ARSTIDIR LIFSINS / HELRUNAR – Fragments. A Mythological Excavation
- by J. Nepper
- Posted on 12-07-2013
This split LP/CD by Arstidir Lifsins and Helrunar is a beautiful piece of introspective and philosophical music. Both bands have contributed one long and epic track each to this release, but whereas Arstidir Lifsins taps into old norse mythology Helrunar leans toward some of the ideas and themes set forth in Homer`s "Odyssey".

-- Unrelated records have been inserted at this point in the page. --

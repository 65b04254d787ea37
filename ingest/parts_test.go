package ingest

import (
	"bytes"
	"fmt"
	"strings"
	"testing"
)

// Three parts whose R and X tell them apart.
func partRows(k float64, sep string) string {
	var b strings.Builder
	for _, f := range []float64{100, 1000, 10000} {
		fmt.Fprintf(&b, "%g%s%g%s%g\n", f, sep, k, sep, -k*1e6/f)
	}
	return b.String()
}

func TestSeveralParts(t *testing.T) {
	head := "Frequency (Hz),R (Ohm),X (Ohm)\n"
	var column, side, sideUnits, grouped, grid strings.Builder
	column.WriteString("Serial,Frequency (Hz),R (Ohm),X (Ohm)\n")
	side.WriteString("Frequency (Hz),R c1,X c1,R c2,X c2,R c3,X c3\n")
	sideUnits.WriteString("Freq (Hz);c1 R (mOhm);c1 X (Ohm);c2 R (mOhm);c2 X (Ohm);c3 R (mOhm);c3 X (Ohm)\n")
	grouped.WriteString(",c1,,c2,,c3,\nFrequency (Hz),R (Ohm),X (Ohm),R (Ohm),X (Ohm),R (Ohm),X (Ohm)\n")
	grid.WriteString("f (Hz),R (Ohm),X (Ohm),f (Hz),R (Ohm),X (Ohm),f (Hz),R (Ohm),X (Ohm)\n")
	for _, f := range []float64{100, 1000, 10000} {
		x := -1e6 / f
		for k := 1; k <= 3; k++ {
			fmt.Fprintf(&column, "c%d,%g,%d,%g\n", k, f, k, float64(k)*x)
		}
		fmt.Fprintf(&side, "%g,1,%g,2,%g,3,%g\n", f, x, 2*x, 3*x)
		fmt.Fprintf(&sideUnits, "%g;1000;%g;2000;%g;3000;%g\n", f, x, 2*x, 3*x)
		fmt.Fprintf(&grouped, "%g,1,%g,2,%g,3,%g\n", f, x, 2*x, 3*x)
		fmt.Fprintf(&grid, "%g,1,%g,%g,2,%g,%g,3,%g\n", f, x, f, 2*x, f, 3*x)
	}
	rows := func(k float64) string { return partRows(k, ",") }
	sheet := workbook(t, map[string][][]any{"A": {{"Serial", "Frequency (Hz)", "R (Ohm)", "X (Ohm)"},
		{"c1", 100, 1, -1e4}, {"c1", 1000, 1, -1e3}, {"c1", 10000, 1, -1e2},
		{"c2", 100, 2, -2e4}, {"c2", 1000, 2, -2e3}, {"c2", 10000, 2, -2e2},
		{"c3", 100, 3, -3e4}, {"c3", 1000, 3, -3e3}, {"c3", 10000, 3, -3e2}}}, []string{"A"})
	for _, c := range []struct{ name, text, parts string }{
		{"part column", column.String(), "c1 c2 c3"},
		{"side by side", side.String(), "c1 c2 c3"},
		{"side by side with units", sideUnits.String(), "c1 c2 c3"},
		{"names above", grouped.String(), "c1 c2 c3"},
		{"each with its frequencies", grid.String(), "lot-1 lot-2 lot-3"},
		{"repeated columns", strings.NewReplacer(" c1", "", " c2", "", " c3", "").Replace(side.String()), "lot-1 lot-2 lot-3"},
		{"repeated header", head + rows(1) + head + rows(2) + head + rows(3), "lot-1 lot-2 lot-3"},
		{"blank lines", head + rows(1) + "\n" + rows(2) + "\n\n" + rows(3), "lot-1 lot-2 lot-3"},
		{"blank lines and titles", head + "\nc1\n" + rows(1) + "\nc2\n" + rows(2) + "\nc3\n" + rows(3), "c1 c2 c3"},
		{"metadata between", "Part: c1\n" + head + rows(1) + "\nPart: c2\n" + head + rows(2) + "\nPart: c3\n" + head + rows(3), "c1 c2 c3"},
		{"serial in comments", "# Serial: c1\n" + head + rows(1) + "# Serial: c2\n" + rows(2) + "# Serial: c3\n" + rows(3), "c1 c2 c3"},
		{"BEGIN and END", "BEGIN\n" + head + rows(1) + "END\nBEGIN\n" + head + rows(2) + "END\nBEGIN\n" + head + rows(3) + "END\n", "lot-1 lot-2 lot-3"},
		{"spreadsheet", string(sheet), "c1 c2 c3"},
	} {
		sweeps, err := Read("lot.csv", strings.NewReader(c.text), nil)
		if err != nil {
			t.Errorf("%s: %v\n%s", c.name, err, c.text)
			continue
		}
		var parts []string
		for k, s := range sweeps {
			parts = append(parts, s.Part)
			for i, f := range []float64{100, 1000, 10000} {
				want := complex(float64(k+1), -float64(k+1)*1e6/f)
				if i >= len(s.Z) || s.Freq[i] != f || !near(s.Z[i], want, 1e-12) {
					t.Errorf("%s: part %d: %v at %v, want %v at %v", c.name, k, s.Z, s.Freq, want, f)
				}
			}
		}
		if got := strings.Join(parts, " "); got != c.parts {
			t.Errorf("%s: parts %q, want %q", c.name, got, c.parts)
		}
	}
}

// An overload or a gap in one part costs the others nothing, nor does a shorter
// sweep beside a longer one.
func TestSideBySideGaps(t *testing.T) {
	s := read(t, "a.csv", "f (Hz),R a,X a,R b,X b\n100,OL,0,2,2\n200,1,1,2,2\n300,1,1,,\n400,1,1,2,----\n", nil)
	if len(s) != 2 || len(s[0].Freq) != 3 || len(s[1].Freq) != 2 || s[0].Freq[0] != 200 || s[1].Freq[1] != 200 {
		t.Errorf("%v %v", s[0].Freq, s[1].Freq)
	}
	s = read(t, "a.csv", "f (Hz),R (Ohm),X (Ohm),f (Hz),R (Ohm),X (Ohm)\n100,1,1,10,2,2\n200,1,1,20,2,2\n,,,30,2,2\n,,,40,2,2\n", nil)
	if len(s) != 2 || len(s[0].Freq) != 2 || len(s[1].Freq) != 4 || len(s[0].Dropped) != 0 {
		t.Errorf("%v %v %v", s[0].Freq, s[1].Freq, s[0].Dropped)
	}
	s = read(t, "a.csv", "f (Hz),R (Ohm),X (Ohm),f (Hz),R (Ohm),X (Ohm)\n100,1,1,10,2,2\n200,1,1,20,2,2\n300,1,1\n", nil)
	if len(s) != 2 || len(s[0].Freq) != 3 || len(s[1].Freq) != 2 {
		t.Errorf("%v %v", s[0].Freq, s[1].Freq)
	}
}

// Comments between rows that run up and down part nothing; blank lines between
// rows in no order would make a part of each row, which is refused.
func TestGaps(t *testing.T) {
	s := one(t, "a.csv", "f (Hz),R (Ohm),X (Ohm)\n100,1,2\n200,1,2\n# turning\n200,1,2\n100,1,2\n", nil)
	if len(s.Freq) != 2 {
		t.Errorf("%v", s.Freq)
	}
	_, err := Read("a.csv", strings.NewReader("f (Hz),R (Ohm),X (Ohm)\n\n300,1,2\n\n100,1,2\n\n400,1,2\n\n50,1,2\n\n20,1,2\n\n10,1,2\n\n30,1,2\n\n1,1,2\n"), nil)
	if err == nil || !strings.Contains(err.Error(), "expected parts of several points") {
		t.Errorf("%v", err)
	}
}

// A column of conditions: constant it is metadata, else it can name the sweeps;
// where frequencies do not repeat it only wanders.
func TestConditionColumns(t *testing.T) {
	rows := "25.0,5,100,10,0.01\n25.0,5,1000,10,0.01\n25.0,5,10000,10,0.01\n"
	head := "Temp (°C),DC Bias (V),Frequency (Hz),Cs (nF),D\n"
	s := one(t, "a.csv", head+rows, nil)
	if m := s.Metadata; m.TemperatureC != 25 || !m.HasTemperature || m.BiasV != 5 || !m.HasBias || m.Bias != "5 V" || len(s.Warnings) != 0 {
		t.Errorf("%+v %v", m, s.Warnings)
	}
	if m := one(t, "a.csv", head+strings.Replace(rows, "25.0", "25.3", 1), nil).Metadata; m.HasTemperature {
		t.Errorf("a temperature that wanders is %v", m.TemperatureC)
	}
	two := read(t, "a.csv", head+rows+strings.ReplaceAll(rows, "25.0,5,", "85,5,"), &Options{Columns: Columns{"f": "3", "cs": "4", "d": "5", "part": "1"}})
	if len(two) != 2 || two[0].Part != "25.0" || two[1].Part != "85" {
		t.Errorf("%d sweeps", len(two))
	}
}

// A line of words within a sweep is no new part.
func TestWordsBetweenRows(t *testing.T) {
	s := one(t, "a.csv", "f (Hz),R (Ohm),X (Ohm)\n100,1,2\n\nrange changed\n200,1,2\n300,1,2\n", nil)
	if s.Part != "a" || len(s.Freq) != 3 || len(s.Dropped) != 1 || s.Dropped[0].Line != 4 {
		t.Errorf("%q %v %v", s.Part, s.Freq, s.Dropped)
	}
}

// A part without a usable row does not vanish without a word.
func TestEmptyPart(t *testing.T) {
	for name, text := range map[string]string{
		"column":       "Part,f (Hz),R (Ohm),X (Ohm)\na,100,1,2\na,200,1,2\nb,100,OL,2\nb,200,OL,2\n",
		"side by side": "f (Hz),R a,X a,R b,X b\n100,1,2,OL,2\n200,1,1,OL,2\n",
	} {
		s := read(t, "a.csv", text, nil)
		if len(s) != 1 || !strings.Contains(codes(s[0].Warnings), "part-empty") || !strings.Contains(fmt.Sprint(s[0].Warnings), "no row of part b could be used") {
			t.Errorf("%s: %d sweeps, %v", name, len(s), s[0].Warnings)
		}
	}
}

// Dropping a point of one part must not touch the others' frequencies.
func TestSideBySideAreIndependent(t *testing.T) {
	s := read(t, "a.csv", "f (Hz),R a,X a,R b,X b\n100,0,0,2,2\n200,1,1,2,2\n300,1,1,2,2\n", nil)
	if len(s) != 2 || len(s[0].Freq) != 2 || len(s[1].Freq) != 3 || s[1].Freq[0] != 100 || s[1].Freq[2] != 300 || s[0].Freq[0] != 200 {
		t.Fatalf("%+v", s)
	}
	s[0].Freq[0] = -1
	if s[1].Freq[1] != 200 {
		t.Error("sweeps share memory")
	}
}

func TestMetadata(t *testing.T) {
	s := one(t, "c017.csv", preamble+"Frequency (Hz),R (Ohm),X (Ohm)\n100,1,2\n1000,1,2\n10000,1,2\n", nil)
	m := s.Metadata
	if m.Part != "C17" || m.Serial != "0042" || m.Lot != "heron" || s.Lot != "heron" || m.Date != "2026-11-30 14:05:22" {
		t.Errorf("metadata %+v", m)
	}
	if m.TestLevel != "500 mV" || !m.HasTestLevel || m.TestLevelV != 0.5 || m.TestLevelA != 0 {
		t.Errorf("test level %+v", m)
	}
	if m.Bias != "12 V" || !m.HasBias || m.BiasV != 12 {
		t.Errorf("bias %+v", m)
	}
	if m.Temperature != "23.5 °C" || !m.HasTemperature || m.TemperatureC != 23.5 {
		t.Errorf("temperature %+v", m)
	}
	for _, c := range []struct {
		line string
		ok   func(Metadata) bool
	}{
		{"# Bias (V) = -5", func(m Metadata) bool { return m.HasBias && m.BiasV == -5 }},
		{"DC Bias Current, 200, mA", func(m Metadata) bool { return m.HasBias && m.BiasA == 0.2 }},
		{"OSC LEVEL;1.0Vrms", func(m Metadata) bool { return m.HasTestLevel && m.TestLevelV == 1 }},
		{"Temp (K): 298.15", func(m Metadata) bool { return m.HasTemperature && m.TemperatureC == 25 }},
		{"Temperature\t85 C", func(m Metadata) bool { return m.HasTemperature && m.TemperatureC == 85 }},
		{"Bias: off", func(m Metadata) bool { return m.Bias == "off" && !m.HasBias }},
		{"Z0: 75 Ohm", func(m Metadata) bool { return m.reference == 75 }},
	} {
		var m Metadata
		if !m.read(c.line) || !c.ok(m) {
			t.Errorf("%q: %+v", c.line, m)
		}
	}
	var none Metadata
	if none.read("Colour: red") || none.read("no colon here") || none.read(": x") {
		t.Errorf("unknown lines were taken: %+v", none)
	}
}

// Faults are counted in the one line, and listed in the reading.
func TestReadingListsAllFaults(t *testing.T) {
	text := "Frequency (Hz),R (Ohm),X (Ohm)\n100,a,2\n200,1,b\n300,1,2\n400,c,d\n"
	_, err := Read("a.csv", strings.NewReader(text), nil)
	e, ok := err.(*Error)
	if !ok || e.Line != 2 || e.Column != 5 || e.More != 2 || e.Reading == nil {
		t.Fatalf("%#v", err)
	}
	var b bytes.Buffer
	if err := e.Reading.WriteText(&b); err != nil {
		t.Fatal(err)
	}
	want := `a.csv
  format     delimited text
  encoding   UTF-8
  delimiter  comma, decimal point
  header     line 1
  column 1   "Frequency (Hz)": frequency in Hz
  column 2   "R (Ohm)": R in Ohm
  column 3   "X (Ohm)": X in Ohm
  rows       1 read, 0 dropped
  fault      line 2, column 5: expected a number for R in Ohm, found "a"; try: remove the row, or leave the cell empty
  fault      line 3, column 7: expected a number for X in Ohm, found "b"; try: remove the row, or leave the cell empty
  fault      line 5, column 5: expected a number for R in Ohm, found "c"; try: remove the row, or leave the cell empty
`
	if b.String() != want {
		t.Errorf("got\n%swant\n%s", b.String(), want)
	}
}

func TestReadingText(t *testing.T) {
	text := "Part: C17\n\nFreq,|Z|,Phase,Range\nkHz,mOhm,,\n0.1,159155,-89.9,3\n1,15915.5,-89.5,3\n2,OL,0,3\n10,1591.55,-85,3\n"
	s := one(t, "a.csv", text, nil)
	var b bytes.Buffer
	if err := s.Reading.WriteText(&b); err != nil {
		t.Fatal(err)
	}
	want := `a.csv
  format     delimited text
  encoding   UTF-8
  delimiter  comma, decimal point
  header     line 3, units in line 4
  column 1   "Freq [kHz]": frequency in kHz
  column 2   "|Z| [mOhm]": |Z| in mOhm
  column 3   "Phase": phase of Z in ° (not stated)
  column 4   "Range": not used
  part       C17
  note       the phase was taken in degrees: values up to 89.9 exceed π; --units phase=deg or phase=rad says otherwise
  rows       3 read, 1 dropped
  dropped    line 7: overload or no number in |Z|
`
	if b.String() != want {
		t.Errorf("got\n%swant\n%s", b.String(), want)
	}
}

The song "Vindsvalarmal" by Arstidir Lifsins is a moving, melancholic, grand and sweeping piece of work that clocks in at 20 minutes. Everything from the downright sad-sounding introduction to the spoken words scattered throughout the song and further on to the aggressive outbursts fit and blend perfectly together, which leaves us with one breathtaking musical journey through the pagan heartlands of mind and body that I am only all too eager to take part in. Don`t come running and tell me that those clean-sounding chants or the mellow guitar-parts or even the string arrangements don`t move you you in some way. Yeah, I figured as much. There`s something deep, bombastic, atmospheric and haunting about "Vindsvalarmal" that keeps lingering in my mind after having listened to it and that is most definitely a good thing. A highly recommended listening experience for those of you who are open-minded.
"Baldr ok Iss" by Helrunar didn`t do that much for me when they released it back in 2007 and I haven`t really bothered to check up on those guys since then, but maybe I should have, because their side of this split release, which consists of the song "Wein Für Polyphem", is a well-composed and nicely arranged song that is quite moving in its own way. It`s not as good as "Vindsvalarmal" by Arstidir Lifsins, but still, it`s a very cool track. It`s slightly more hypnotic and aggressive compared to "Vindsvalarmal" and yet it retains that same sense of having some depth and substance to it as the aforementioned piece. It sounds much more rooted in (black) metal as opposed to Arstidir Lifsins, which comes across as a little more folky sounding than Helrunar, but I must stress that these two bands complement each other because they each have a sound and identity of their own, which is a hell of a lot more than I can say about so many other bands out there.
All in all this is a very good release and I hope that people will pick up on this, because it certainly deserves a wide audience in my opinion. Neither of the two bands are predictable nor do their musical experiments and mixing of genres overshadow the fact that they`re damn good songwriters and arrangers that are able to make their songs flow beautifully. Like I said, this is a highly recommended release.